Choquei celebrou topo de MC Ryan dias antes de prisão do criador

A defesa do influenciador afirma sua inocência e sustenta que a relação dele com os investigados era meramente profissional e publicitária

Por Admin

16 de abril de 2026 às 15:54


Choquei celebrou topo de MC Ryan dias antes de prisão do criador

A página “Choquei”, conhecida por publicar notícias e bastidores do universo de celebridades, divulgou recentemente posts comemorando o retorno de MC Ryan ao 1º lugar entre os artistas mais ouvidos do Brasil. As publicações ocorreram poucos dias antes da prisão de Raphael Sousa de Oliveira, apontado como responsável pelo perfil e detido sob suspeita de participação em um esquema investigado por lavagem de dinheiro e transações ilegais.

O caso ganhou repercussão nesta quarta-feira (15), quando Raphael foi preso no condomínio de alto padrão onde mora, em Goiânia.
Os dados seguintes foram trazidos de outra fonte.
// Figures of plan and predict: the panels carry the model's numbers, and the files are real PNG/SVG.
#include <gtest/gtest.h>

#include <cmath>
#include <cstdlib>
#include <filesystem>
#include <fstream>
#include <iterator>
#include <unistd.h>

#include "tipgap/config/config.hpp"
#include "tipgap/core/error.hpp"
#include "tipgap/figures/figures.hpp"
#include "tipgap/plan/plan.hpp"
#include "tipgap/plan/predict.hpp"

using namespace tipgap;
namespace fs = std::filesystem;

namespace {

std::string read_all(const std::string& path) {
    std::ifstream in(path, std::ios::binary);
    return {std::istreambuf_iterator<char>(in), std::istreambuf_iterator<char>()};
}

fs::path temp_file(const std::string& name) {
    return fs::temp_directory_path() / ("tipgap_figures_test_" + std::to_string(::getpid()) + "_" + name);
}

// PNG signature, ISO/IEC 15948 (PNG specification) section 5.2.
const std::string png_signature("\x89PNG\r\n\x1a\n", 8);

}  // namespace

TEST(figures, plan_trace_panels_and_png) {
    const config c = default_config();
    std::vector<std::pair<double, double>> sp;
    for (double V : {0.1, 0.5, 1.0}) sp.emplace_back(1e-9, V);
    sp.emplace_back(1.0, 0.1);  // unreachable: a hole in the trace, not a failure
    const auto points = plan_setpoints(c, sp, {}, 1);
    const plot::figure f = plan_figure(c, points, 1);
    ASSERT_EQ(f.panels.size(), 4u);  // z(V), I(s), phi_ap(s), I(V)
    const auto& trace = std::get<plot::xy_panel>(f.panels[0]);
    EXPECT_EQ(trace.title, "Constant-current trace z(V)");
    EXPECT_EQ(trace.x_axis.label, "sample bias V [V]");
    EXPECT_EQ(trace.y_axis.label, "planned gap s [nm]");
    // The trace's y values are the planned gaps in nm.
    ASSERT_EQ(trace.lines.at(0).y.size(), 3u);
    for (std::size_t i = 0; i < 3; ++i) EXPECT_DOUBLE_EQ(trace.lines[0].y[i], points[i].solution.gap_m * 1e9);
    const auto& ig = std::get<plot::xy_panel>(f.panels[1]);
    EXPECT_EQ(ig.y_axis.scale, plot::axis_scale::log10);
    EXPECT_EQ(ig.y_axis.label, "|current| [A]");

    const fs::path png = temp_file("plan.png");
    plot::write_figure(f, png.string());
    const std::string bytes = read_all(png.string());
    EXPECT_GT(bytes.size(), 10000u);  // a 1600 x 1168 page with four panels is far above 10 kB
    EXPECT_EQ(bytes.substr(0, 8), png_signature);
    fs::remove(png);
}

TEST(figures, predict_grid_colour_map_and_svg) {
    const config c = default_config();
    const std::vector<double> gaps{0.5e-9, 0.7e-9, 0.9e-9}, biases{-0.5, 0.2, 1.0};
    std::vector<std::pair<double, double>> pts;
    for (double V : biases)
        for (double s : gaps) pts.emplace_back(s, V);
    const auto r = predict_points(c, pts, 1);
    const plot::figure f = predict_figure(c, gaps, biases, r, 1);
    const auto& m = std::get<plot::colour_map_panel>(f.panels.at(0));
    ASSERT_EQ(m.z.size(), 9u);
    // In the data's unit since issue 15: the largest current here is a few hundred nA.
    for (std::size_t i = 0; i < 9; ++i) EXPECT_DOUBLE_EQ(m.z[i], std::log10(std::abs(r[i].current_A) * 1e9));
    EXPECT_EQ(m.colour_bar_label, "log₁₀(|I| / 1 nA)");
    EXPECT_DOUBLE_EQ(m.x[1], 0.7);

    const fs::path svg = temp_file("grid.svg");
    plot::write_figure(f, svg.string());
    EXPECT_GT(fs::file_size(svg), 10000u);
    // The SVG must parse as XML (Debian's Python and its standard parser).
    const std::string cmd = std::string(TIPGAP_PYTHON) +
                            " -c 'import sys, xml.dom.minidom as m; "
                            "assert m.parse(sys.argv[1]).documentElement.tagName == \"svg\"' '" +
                            svg.string() + "'";
    EXPECT_EQ(std::system(cmd.c_str()), 0);
    fs::remove(svg);
}

TEST(figures, no_reachable_point_is_no_answer) {
    plan_point p;
    p.solution.status = solve_status::current_too_high;
    try {
        plan_figure(default_config(), {p});
        FAIL();
    } catch (const error& e) {
        EXPECT_EQ(e.kind(), error_kind::no_answer);
    }
}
No mesmo dia, MC Ryan também foi detido. As prisões fazem parte de uma investigação que mira um grupo suspeito de integrar uma organização criminosa que, segundo as autoridades, teria movimentado mais de R$ 1 bilhão.

Postagens sobre MC Ryan antecederam operação

No dia 11, a “Choquei” publicou um conteúdo celebrando o desempenho de MC Ryan nas plataformas de streaming. A página repercutiu um vídeo em que o cantor comemorava o feito de alcançar novamente o topo do ranking de audições no país.
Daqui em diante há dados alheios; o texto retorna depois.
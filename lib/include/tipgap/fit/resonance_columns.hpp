#pragma once
// Declared output columns of the resonance analysis (tipgap/io/columns.hpp): the peak rows and the
// work-function summary that `tipgap resonances` and `tipgap demo` write.
#include <string>
#include <vector>

#include "tipgap/config/config.hpp"
#include "tipgap/fit/resonances.hpp"
#include "tipgap/io/columns.hpp"
#include "tipgap/io/report.hpp"
#include "tipgap/io/trace_io.hpp"

namespace tipgap {

// One found peak with the position of the same order in the best model trace (NaN when none).
struct resonance_peak_row {
    resonance_peak peak;
    double model_bias_V = 0;  // (V)
};
std::vector<resonance_peak_row> resonance_peak_rows(const resonance_result& r);

// order, bias_V (± bias_stderr_V in the table), bias_stderr_V, modulation, model_bias_V.
const std::vector<column<resonance_peak_row>>& resonance_peak_columns();

// The summary: smoothing, field, work function (fit, its stderr and interval; formula and its
// stderr), model traces, status, message. JSON keys in eV and V/nm.
const std::vector<column<resonance_result>>& resonance_result_columns();

// The JSON document of `tipgap resonances`: command, file, config, trace, current_A, peaks
// (order, bias_V, bias_stderr_V, modulation, model_bias_V) and the summary columns.
record resonance_document(const bias_trace& t, const config& c, const resonance_result& r);

// The summary as text lines, each starting with `prefix` ("# " above a CSV).
std::string resonance_summary_text(const resonance_result& r, const std::string& prefix);

// The whole report in format f: the JSON document; the summary as '#' lines above the peaks' CSV;
// or a '#' line naming the trace (file, kind, points, smoothing), the peak table and the summary.
std::string resonance_report(output_format f, const bias_trace& t, const config& c, const resonance_result& r);

}  // namespace tipgap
Além desse registro, outra publicação mais antiga havia destacado a turnê do funkeiro, com tom celebratório e menção ao impacto do artista para o funk brasileiro. As postagens passaram a ser revisadas por internautas após a divulgação da prisão do influenciador ligado ao perfil.
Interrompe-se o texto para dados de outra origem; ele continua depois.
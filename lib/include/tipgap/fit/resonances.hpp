#pragma once
// Field-emission resonances in a measured bias trace, and the sample's local work function from them.
//
// Above the sample work function the tunnelling electron meets a triangular well between the
// barrier and the sample surface; its standing waves ("field-emission resonances") make dz/dV of a
// constant-current z(V) trace, and dI/dV measured with the feedback on, peak at a series of biases.
//
// Peaks. The trace is differentiated (z(V)) or smoothed (dI/dV) by a local least-squares cubic over
// a window of +-smoothing_half_width_V about each sample (a Savitzky-Golay filter, Savitzky & Golay
// 1964, Anal. Chem. 36, 1627, for uneven spacing). Local maxima that rise above both flanking
// minima by at least min_modulation of their height and by 6 noise standard deviations are peaks,
// numbered n = 1, 2, ... from the lowest bias (so the trace must start below the first resonance,
// i.e. below the sample work function). Each peak position is refined by a local cubic over the
// same window (z''(V) = 0, or d(dI/dV)/dV = 0) and its standard error propagated from the noise
// pooled over all windows (delta method).
//
// Work function, two ways:
//  (i) the triangular-well formula  eV_n = phi + (3 pi hbar e F / (2 sqrt(2m)))^(2/3) n^(2/3)
//      (G. Binnig et al., Phys. Rev. Lett. 55, 991 (1985); used for film work functions by C. L. Lin
//      et al., Phys. Rev. Lett. 99, 216103 (2007); both from memory), with the field F = 1/(dz/dV)
//      from a straight line through z(V) over the peaks (for dI/dV traces, F and phi are fitted
//      together to V_n against n^(2/3)). It ignores the image potential and the soft sample edge of
//      the well, so it is biased (low by ~1 eV for the lowest orders on tipgap's own model traces);
//      it is reported as a cross-check;
// (ii) a model fit: the sample work function (every other value from the configuration) whose
//      exact-transmission trace, computed at the measured biases and setpoint and passed through the
//      same peak finder, puts its peaks where the measured ones are (weighted least squares in the
//      peak positions, Gauss-Newton on phi with secant sensitivities). Its interval uses the t
//      quantile for N - 1 degrees of freedom and scales the standard error by sqrt(chi^2/(N - 1))
//      when that exceeds 1.
#include <limits>
#include <string>
#include <vector>

#include "tipgap/config/config.hpp"
#include "tipgap/io/trace_io.hpp"

namespace tipgap {

struct resonance_options {
    double smoothing_half_width_V = 0.3;  // half width of the local-polynomial window (V), (0, 2]
    double min_modulation = 0.05;         // peak rise over its flanking minima, fraction of its height, [0, 1)
    double confidence_level = 0.95;       // of the work-function interval, [0.5, 0.9999]
    bool model_fit = true;                // false: peaks and formula only
    int max_model_traces = 10;            // model traces the fit may compute, [3, 50]
    int threads = 0;                      // workers for the model traces (0 = all cores)

    // Throws tipgap::error (input) naming the field when a value is out of range.
    void validate() const;
};

struct resonance_peak {
    int order = 0;              // n, 1 for the lowest-bias peak
    double bias_V = 0;          // peak position (V)
    double bias_stderr_V = 0;   // its standard error (V)
    double height = 0;          // smoothed dz/dV (m/V) or dI/dV (trace units) at the peak
    double modulation = 0;      // height over the deeper flanking minimum (> 1)
};

enum class resonance_status {
    ok,
    no_peaks,             // no resonance found: nothing estimated
    formula_only,         // model fit not asked for, or fewer peaks than it needs
    model_not_converged,  // max_model_traces used up; the best work function found is reported
};
const char* to_string(resonance_status s);

struct resonance_result {
    trace_kind kind = trace_kind::zv;
    double smoothing_width_V = 0;          // full width of the smoothing window (V)
    std::vector<double> bias_V;            // the trace's biases (V)
    std::vector<double> smoothed;          // dz/dV (m/V) or smoothed dI/dV at bias_V (NaN near the ends)
    std::vector<resonance_peak> peaks;

    static constexpr double nan = std::numeric_limits<double>::quiet_NaN();
    // (i) formula
    double field_V_per_m = nan, field_stderr_V_per_m = nan;
    double work_function_formula_J = nan, work_function_formula_stderr_J = nan;
    // (ii) model fit
    double work_function_J = nan, work_function_stderr_J = nan;
    double work_function_ci_low_J = nan, work_function_ci_high_J = nan;
    double confidence_level = 0.95;
    std::vector<double> model_peaks_V;     // peaks of the best model trace (V), by order
    std::vector<double> model_signal;      // model z (m, shifted onto the measured z) or dI/dV (scaled)
    std::vector<double> model_smoothed;    // its dz/dV or smoothed dI/dV
    int model_traces = 0;                  // model traces computed (the cost)

    resonance_status status = resonance_status::ok;
    std::string message;                   // empty when ok; otherwise why
};

// Peaks of one trace (no model). kind: what signal holds; bias_V ascending (V); signal: z (m) or
// dI/dV; smoothed: if not null, receives the smoothed derivative / signal at every bias (NaN within
// half a window of either end, where the window is one-sided and no peak is searched).
std::vector<resonance_peak> find_resonance_peaks(trace_kind kind, const std::vector<double>& bias_V,
                                                 const std::vector<double>& signal, const resonance_options& options,
                                                 std::vector<double>* smoothed = nullptr);

// (i): fills field and work_function_formula fields of r from r.peaks (and z for a z(V) trace).
void triangular_well_estimate(const bias_trace& trace, resonance_result& r);

// The whole analysis. c: configuration (validated; its method is replaced by `exact` for the
// model); trace: needs current_A (key "current") for the model fit.
// Throws tipgap::error (input) for a trace without a setpoint current when the model fit is asked.
resonance_result analyse_resonances(const config& c, const bias_trace& trace, const resonance_options& options = {});

}  // namespace tipgap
Quem é Raphael Sousa e o que diz a decisão

Raphael Sousa de Oliveira é apontado como dono da “Choquei” e foi preso nesta quarta-feira (15) em Goiânia. De acordo com a decisão judicial mencionada no caso, ele seria uma peça central na estratégia de comunicação do grupo investigado, atuando como responsável pela “mídia” da organização e recebendo valores altos para executar esse tipo de trabalho.

A apuração também indica que, além de criar e impulsionar conteúdos, ele teria sido envolvido em ações para minimizar crises de imagem de pessoas investigadas. A suspeita inclui ainda possível ligação com ganhos provenientes de plataformas de apostas ilegais e rifas.

Outros investigados e suspeitas da investigação

Segundo as informações divulgadas no contexto do processo, Raphael estaria ligado a investigados como MC Ryan (preso no mesmo dia), Tiago de Oliveira e José Ricardo dos Santos. O conjunto de suspeitas envolve atuação em um esquema que teria usado diferentes frentes para movimentar recursos e ocultar a origem do dinheiro.

As autoridades investigam indícios de lavagem de dinheiro e transações ilegais, com estimativa de movimentação superior a R$ 1 bilhão. Os detalhes sobre como o dinheiro circulava e quais seriam as funções específicas de cada investigado fazem parte do inquérito.

Defesa nega acusações e cita relação publicitária

A equipe de Raphael afirma que ele é inocente. A defesa sustenta que a única relação do influenciador com MC Ryan teria ocorrido por meio de publicidade, sem participação em qualquer articulação criminosa.

Até o momento, a posição apresentada pela defesa busca enquadrar a interação como atividade comercial comum no meio digital, sem vínculo com supostos crimes investigados. O caso segue em andamento.

O que é a Choquei e por que o caso repercute

A “Choquei” se consolidou como um portal de entretenimento e celebridades, com postagens frequentes sobre famosos e também espaço para temas nacionais de grande impacto. O alcance do perfil, que influencia debates nas redes e pauta conversas sobre personalidades públicas, ajudou a amplificar a repercussão da prisão de seu suposto responsável.

Outro elemento que aparece no contexto da notícia é a atuação do perfil como embaixador de uma plataforma de apostas online. A informação é citada em meio às suspeitas que envolvem, segundo a investigação, lucros associados a apostas ilegais e outras modalidades, como rifas.

Com a prisão e as suspeitas divulgadas, o episódio abriu discussões sobre publicidade, influência digital e o papel de grandes páginas de entretenimento na construção — e na proteção — da imagem pública de artistas e figuras investigadas.